现在大殿上只剩下他一人了,他也并不着急,悠闲的看着大殿,他已明白自己为何会被认出来,“看来那雄主早已视我为眼中钉,连我身上的玉佩都画成图分派给手下,自己虽二十年未出谷,但显然人们还‘记得’自己。”他此时这张脸从未有人见到过,与李剑英他们二人初入谷时见到的也有所不同,居然还能认出自己来,显然是这玉佩之故了。“那雄主看来知道我肯定会戴这块玉佩。”他当然肯定会戴的,因为这块玉佩是他师父童蒙给的,他从小无父无母,流浪长大,被师父收养,师父就是他唯一的亲人,师父给的玉佩他当然会随身携带。但,那雄主是什么人,为什么会知道这些?
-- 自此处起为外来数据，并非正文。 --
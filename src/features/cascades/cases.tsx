import { useMemo } from 'react';
import type { FindingWhole } from '../../../shared/findings';
import { DataTable } from '../../components/ui/data-table';
import { Sheet } from '../../components/ui/sheet';
import type { Formats } from '../../lib/format';
import { caseColumns } from './case-columns';

const TITLES = {
  for: 'Troubles that speak for it',
  against: 'Troubles that speak against it',
  neutral: 'Troubles that say neither',
} as const;

const FILES = { for: 'speak-for', against: 'speak-against', neutral: 'say-neither' } as const;

type Props = { finding: FindingWhole; formats: Formats };

/** The repairs, for and against: whoever doubts the finding reads them. */
export function Cases({ finding, formats }: Props) {
  const columns = useMemo(() => caseColumns(formats), [formats]);
  const speaks =
    finding.kind === 'cascade' ? (['against', 'for', 'neutral'] as const) : (['neutral'] as const);
  return speaks.map((kind) => {
    const rows = finding.cases.filter((episode) => episode.speaks === kind);
    if (rows.length === 0 && kind === 'neutral') return null;
    const title = finding.kind === 'together' ? 'Troubles with both' : TITLES[kind];
    return (
      <Sheet key={kind} title={`${title} (${formats.count(rows.length)})`}>
        <DataTable
          caption={title}
          rows={rows}
          columns={columns}
          rowId={(row) => `${row.unit.id} ${row.visits[0]?.repair.id ?? ''}`}
          initialSort={{ id: 'first', desc: true }}
          spreadsheet={FILES[kind]}
          empty={<p className="text-dim">None.</p>}
        />
      </Sheet>
    );
  });
}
也不知何时殿上来了很多人,很多和尚,也有很多俗家打扮的人,他们将宋玉清团团围住,殿外也有很多人,将大殿也团团围住,总共不下百人,个个看起来都很壮硕,但宋玉清眼中似乎没有他们,就像他们根本不存在,而那些人个个表面虽都很镇定,但心里没有不惴惴的,没有人敢上前一步。宋玉清见他们不动,便自己动了,他缓缓走向后殿,就像是个参观者参观完前殿的佛像之后继续参观另一殿一样,他的行动是那么悠闲,而那些人见到宋玉清朝他们走过来更是如临大敌,气也不敢喘,凝住呼吸,宋玉清走到哪儿,哪儿的人便不由自主的就退开几步,宋玉清一直走着,他出了后门,后门处的十几号人见到他也不敢上前,任由他往前走,但他们仍然围住宋玉清,随着宋玉清往前走而他们往后退,手中均拿着各自趁手的兵器,他们对自己的武功,对自己的兵器从来都是信心十足,但绝不是现在,因为他们现在没有人敢上前攻击他,他们盯着宋玉清的手、脚,盯着他手中轻摇的折扇,生怕不知什么时候他就会突然出手。
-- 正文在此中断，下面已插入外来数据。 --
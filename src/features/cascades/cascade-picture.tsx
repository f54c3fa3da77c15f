import { lazy, type ReactNode } from 'react';
import type { Finding } from '../../../shared/findings';
import type { CascadeFlow } from '../../components/charts/cascade-chart';
import { ChartFrame } from '../../components/charts/chart-frame';
import { EmptyState } from '../../components/ui/states';
import type { Formats } from '../../lib/format';
import { paths } from '../../paths';
import { countedShare, strengthOf, whereOf } from './finding-words';

const CascadeChart = lazy(() =>
  import('../../components/charts/cascade-chart').then((module) => ({ default: module.CascadeChart })),
);

type Props = { cascades: readonly Finding[]; pairsExamined: number; table: ReactNode; formats: Formats };

/** What takes what with it: causes left, what they take right. A pair seen on several models is one ribbon. */
export function CascadePicture({ cascades, pairsExamined, table, formats }: Props) {
  const title = 'What takes what with it';
  return (
    <ChartFrame
      title={title}
      sub={`left: failed first · right: taken with it · width: troubles with both · darker: came back oftener where the left one was left in · ${formats.counted(pairsExamined, 'pair')} examined, ${formats.count(cascades.length)} held`}
      how="cascade"
      heightPx={220}
      chart={
        cascades.length === 0 ? (
          <EmptyState title="Nothing to draw">No pair held.</EmptyState>
        ) : (
          <CascadeChart
            flows={flowsOf(cascades, formats)}
            leftNote={(name) => formats.counted(modelsOf(cascades, name), 'model')}
            rightNote={(_, total) => formats.counted(total, 'trouble')}
            label={title}
          />
        )
      }
      table={table}
    />
  );
}

/** On how many models the component is seen to take others with it. */
const modelsOf = (cascades: readonly Finding[], causal: string) =>
  new Set(cascades.filter((finding) => finding.causal === causal).map(whereOf)).size;

function flowsOf(cascades: readonly Finding[], formats: Formats): CascadeFlow[] {
  const pairs = new Map<string, Finding[]>();
  for (const finding of cascades) {
    const key = `${finding.causalComponent.id} ${finding.resultantComponent.id}`;
    pairs.set(key, [...(pairs.get(key) ?? []), finding]);
  }
  return [...pairs].flatMap(([id, findings]) => {
    const [first] = [...findings].sort((a, b) => b.episodesWithBoth - a.episodesWithBoth);
    if (!first) return [];
    const size = findings.reduce((sum, { episodesWithBoth }) => sum + episodesWithBoth, 0);
    const heading = `${first.causal} → ${first.resultant}`;
    const lines =
      findings.length === 1
        ? linesOf(first, formats)
        : [
            `${formats.counted(size, 'trouble')} with both, on ${findings.length} models`,
            ...byModel(findings, formats),
          ];
    return [
      {
        id,
        from: first.causal,
        to: first.resultant,
        size,
        strength: strengthOf(findings),
        href: paths.cascade(first.id),
        label: `${heading}: ${lines.join('; ')}`,
        tip: { heading, lines },
      },
    ];
  });
}

const linesOf = (finding: Finding, formats: Formats): string[] => [
  `${whereOf(finding)}: both in ${formats.count(finding.episodesWithBoth)} of ${formats.counted(finding.episodes, 'trouble')}`,
  `back when it was left in: ${countedShare(finding.leftIn, formats)}`,
  `back when both were replaced: ${countedShare(finding.replaced, formats)}`,
];

const MOST_MODELS = 5;

function byModel(findings: readonly Finding[], formats: Formats): string[] {
  const shown = findings.slice(0, MOST_MODELS).map((finding) => {
    const { episodesWithBoth, leftIn } = finding;
    const back =
      leftIn.of === 0
        ? ''
        : `; left in, ${formats.count(leftIn.returns)} of ${formats.count(leftIn.of)} back`;
    return `${whereOf(finding)}: ${formats.count(episodesWithBoth)}${back}`;
  });
  const more = findings.length - shown.length;
  return more > 0 ? [...shown, `and ${formats.counted(more, 'more model')}`] : shown;
}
宋玉清一直在走,一直没停,就像一个游客,游览的兴致丝毫不减,他来到另一个大殿,殿中供着文殊菩贤,他一直盯着文殊菩萨的佛像,好像一个虔诚的信徒一样,双手合什,向菩萨金身行了一礼,他的动作没有变,双手仍然合什,双脚依然没有变,仍是那个形状,连他的头都没抬起,眼皮都未动,但他的身体突然消失了,已不在原地了,他的身体已到了佛像之后,他的左掌已轻飘飘的打出一掌,拍在菩萨的金身上,文殊菩萨哪里得罪他了?却见文殊菩萨的金身竟被推开一尺多,这菩萨金身少说也应有数万斤,他如何能推得开?宋玉清的第二掌又已击下,但他的手还没触到佛像就缩了回来,因为已经有数十件暗器向他全身各处射到,暗器显然有毒,宋玉清当然不会去接,他轻飘飘的在空中一个转折,落下地来,同时看到了四个人,他们并排站在一起,目光如电,个个神情自若,看着宋玉清,没有说话,宋玉清不会与这些人多说话的,他是不屑与他们说话的,这四人他一个也没见过,但显然这四人都认识他,宋玉清起码知道面前的四人是什么人,面前的四个人,显然就是黑衣人组织的四大堂主:郑德隆、苏如来、冯易与那神秘的蒙面人,宋玉清对那蒙面人很感兴趣,因为他知道另三人的名姓,却不知这第四人的名字、身份,他只知他是白虎堂的堂主,宋玉清已从他的眼中看出他的内力深浅,“看来他是四人中武功最高的。”宋玉清始终面带微笑,以他的性格,即便是面临死亡,他的微笑也不会改变,天下间没有几个人能有这种境界,智慧大师不行,李剑英也不行,宋玉清,世上只有一个宋玉清!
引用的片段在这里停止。